To apply statistics in a facebook post, you can use a template: it will fasten your workflow. Simply write the general structure of your text and wrap the elements that sill change (either stats or fonts) with << >> tags.

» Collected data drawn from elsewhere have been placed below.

"""What was derived, and the whole analysis that reports are rendered from."""

from __future__ import annotations

from collections.abc import Mapping
from dataclasses import dataclass
from typing import Literal

from .base import FloatArray, Frozen, Quantity
from .data import Measurement, PreparedData, Sample
from .findings import Comparison, Diagnosis, FitRecord, LevelFinding, NamedWarning
from .request import Sheet

__all__ = [
    "Analysis",
    "Derived",
    "DerivedValue",
    "EnergyDifference",
    "PointwiseTheta",
    "Provenance",
    "SavedResult",
    "ThermodynamicTable",
]


@dataclass(frozen=True)
class DerivedValue:
    """A derived quantity: value, uncertainty, definition and source; `reason` says why a value or u is missing.

    `low` and `high` bound an interval (k = 2) where one is given. `status`: determined, interval, undetermined (too
    little data) or undefined (not defined for this model).
    """

    key: str
    symbol: str
    value: float | None
    u: float | None
    u_fit: float | None
    low: float | None
    high: float | None
    unit: str
    definition: str
    source: str
    status: Literal["determined", "interval", "undetermined", "undefined"]
    reason: str | None


@dataclass(frozen=True, eq=False)
class ThermodynamicTable(Frozen):
    """Thermodynamic functions on a grid, shape (m,) each; NaN where not given.

    Per mole of formula unit, or per gram or kilogram where `per` says so.


    `energy` is H(T)-H(0) with quantity Cp and U(T)-U(0) with Cv, J/mol; `energy_from_standard` is the same from
    298.15 K on, H(T)-H(298.15 K); `free_energy_function` is -(G(T)-H(0))/T,
    respectively -(F(T)-U(0))/T, J/(mol K). `..._u` are standard uncertainties that latticefit stands behind (NaN
    where withheld, with `u_reasons`), `..._u_fit` those of the covariance. `components` holds the heat capacity of
    each term and of Cp-Cv, J/(mol K).
    """

    quantity: Quantity
    temperature: FloatArray
    heat_capacity: FloatArray
    heat_capacity_u: FloatArray
    heat_capacity_u_fit: FloatArray
    energy: FloatArray
    energy_u: FloatArray
    energy_u_fit: FloatArray
    entropy: FloatArray
    entropy_u: FloatArray
    entropy_u_fit: FloatArray
    energy_from_standard: FloatArray
    energy_from_standard_u: FloatArray
    free_energy_function: FloatArray
    free_energy_function_u: FloatArray
    free_energy_function_u_fit: FloatArray
    entropy_fraction_below_data: FloatArray
    origin: tuple[Literal["measured", "extrapolated_below", "extrapolated_above"], ...]
    u_reasons: tuple[str | None, ...]
    components: Mapping[str, FloatArray]
    per: Literal["mol", "g", "kg"] = "mol"


@dataclass(frozen=True)
class EnergyDifference:
    """H(high)-H(low) between two temperatures (U with quantity Cv) and S(high)-S(low), with u; None where withheld.

    Per mole of formula unit, gram or kilogram as `per` says; J or J/K per that amount.
    """

    low: float
    high: float
    energy: float | None
    energy_u: float | None
    entropy: float | None
    entropy_u: float | None
    reason: str | None
    quantity: Quantity
    per: Literal["mol", "g", "kg"]


@dataclass(frozen=True, eq=False)
class PointwiseTheta(Frozen):
    """Calorimetric theta_D(T) of every measured point (order of the measurement), K; NaN with a reason where blank."""

    theta: FloatArray
    u: FloatArray
    reasons: tuple[str | None, ...]


@dataclass(frozen=True, eq=False)
class Derived(Frozen):
    """Everything derived from a fit.

    `characteristic_temperatures` is keyed as in result.json; `table` is the user's or the standard grid (298.15 K is
    always in it); `curve` is a dense grid for figures, from below the data to above them.
    """

    characteristic_temperatures: tuple[DerivedValue, ...]
    zero_point_energy: DerivedValue
    table: ThermodynamicTable
    curve: ThermodynamicTable
    pointwise_theta: PointwiseTheta
    model_theta: FloatArray
    warnings: tuple[NamedWarning, ...]


@dataclass(frozen=True)
class Provenance(Frozen):
    """Which version made a result, when, with which packages, seed and command."""

    version: str
    created: str
    random_seed: int
    packages: Mapping[str, str]
    command: str


@dataclass(frozen=True, eq=False)
class Analysis:
    """All records of one run, from the request to the derived quantities: what reports are rendered from.

    `warnings` are those of the diagnosis and of the derived quantities together, gravest first; `level` is what was
    found of the level of the data before the fit.
    """

    sheet: Sheet
    measurement: Measurement
    prepared: PreparedData
    fit: FitRecord
    diagnosis: Diagnosis
    derived: Derived
    warnings: tuple[NamedWarning, ...]
    comparison: Comparison
    provenance: Provenance
    level: LevelFinding | None = None


@dataclass(frozen=True)
class SavedResult:
    """A result read back from its file: the fit, its sample, the range of the points (K), and the verdict."""

    sample: Sample
    quantity: Quantity
    lowest: float
    highest: float
    fit: FitRecord
    describes: bool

For example, to apply a bold font on the text this is a text, simply use <<BOLD>>this is a text<<BOLD>>. Same for statistics: <<TOP1-BEST-POST-REACTION>>. Note that BEST-POST-REACTION is a list, so to get the first user add the token TOP1 (and TOP2 for the second etc.). You can also use both together: <<BOLD>><<TOP1-BEST-POST-REACTION>><<BOLD>>

template = """
👑 <<BOLD-SERIF>>Hall Of Fame<<BOLD-ITALIC>> 👑  
Here is a template example for a meme group.

🔥 <<BOLD>>Rank<<BOLD>> 🔥  

🏅 <<BOLD-ITALIC>>Best Memes<<BOLD-ITALIC>>  
🥇 <<TOP1-BEST-POST-REACTION>>  
🥈 <<TOP2-BEST-POST-REACTION>>   
🥉 <<TOP3-BEST-POST-REACTION>>  

𝑒𝑡𝑐...

🔥 <<BOLD>>Honors<<BOLD>> 🔥

📈 <<BOLD-ITALIC>>Most Active<<BOLD-ITALIC>>      
🥇 <<TOP1-POST-COUNT>>  
🥈 <<TOP2-POST-COUNT>>  
🥉 <<TOP3-POST-COUNT>>   

𝑒𝑡𝑐...

🔥 <<BOLD>>Reactions<<BOLD>> 🔥  

😆 <<BOLD-ITALIC>>Funniest<<BOLD-ITALIC>>  
🥇 <<TOP1-REACTION-AHAH>>  
🥈 <<TOP2-REACTION-AHAH>>  
🥉 <<TOP3-REACTION-AHAH>>  

𝑒𝑡𝑐...

🕙 Message generated at <<DATE-NOW>> 
"""

Then,

from halloffame import apply_template, get_top_stats

stats = get_top_stats(posts)
generated_text = apply_template(template, stats)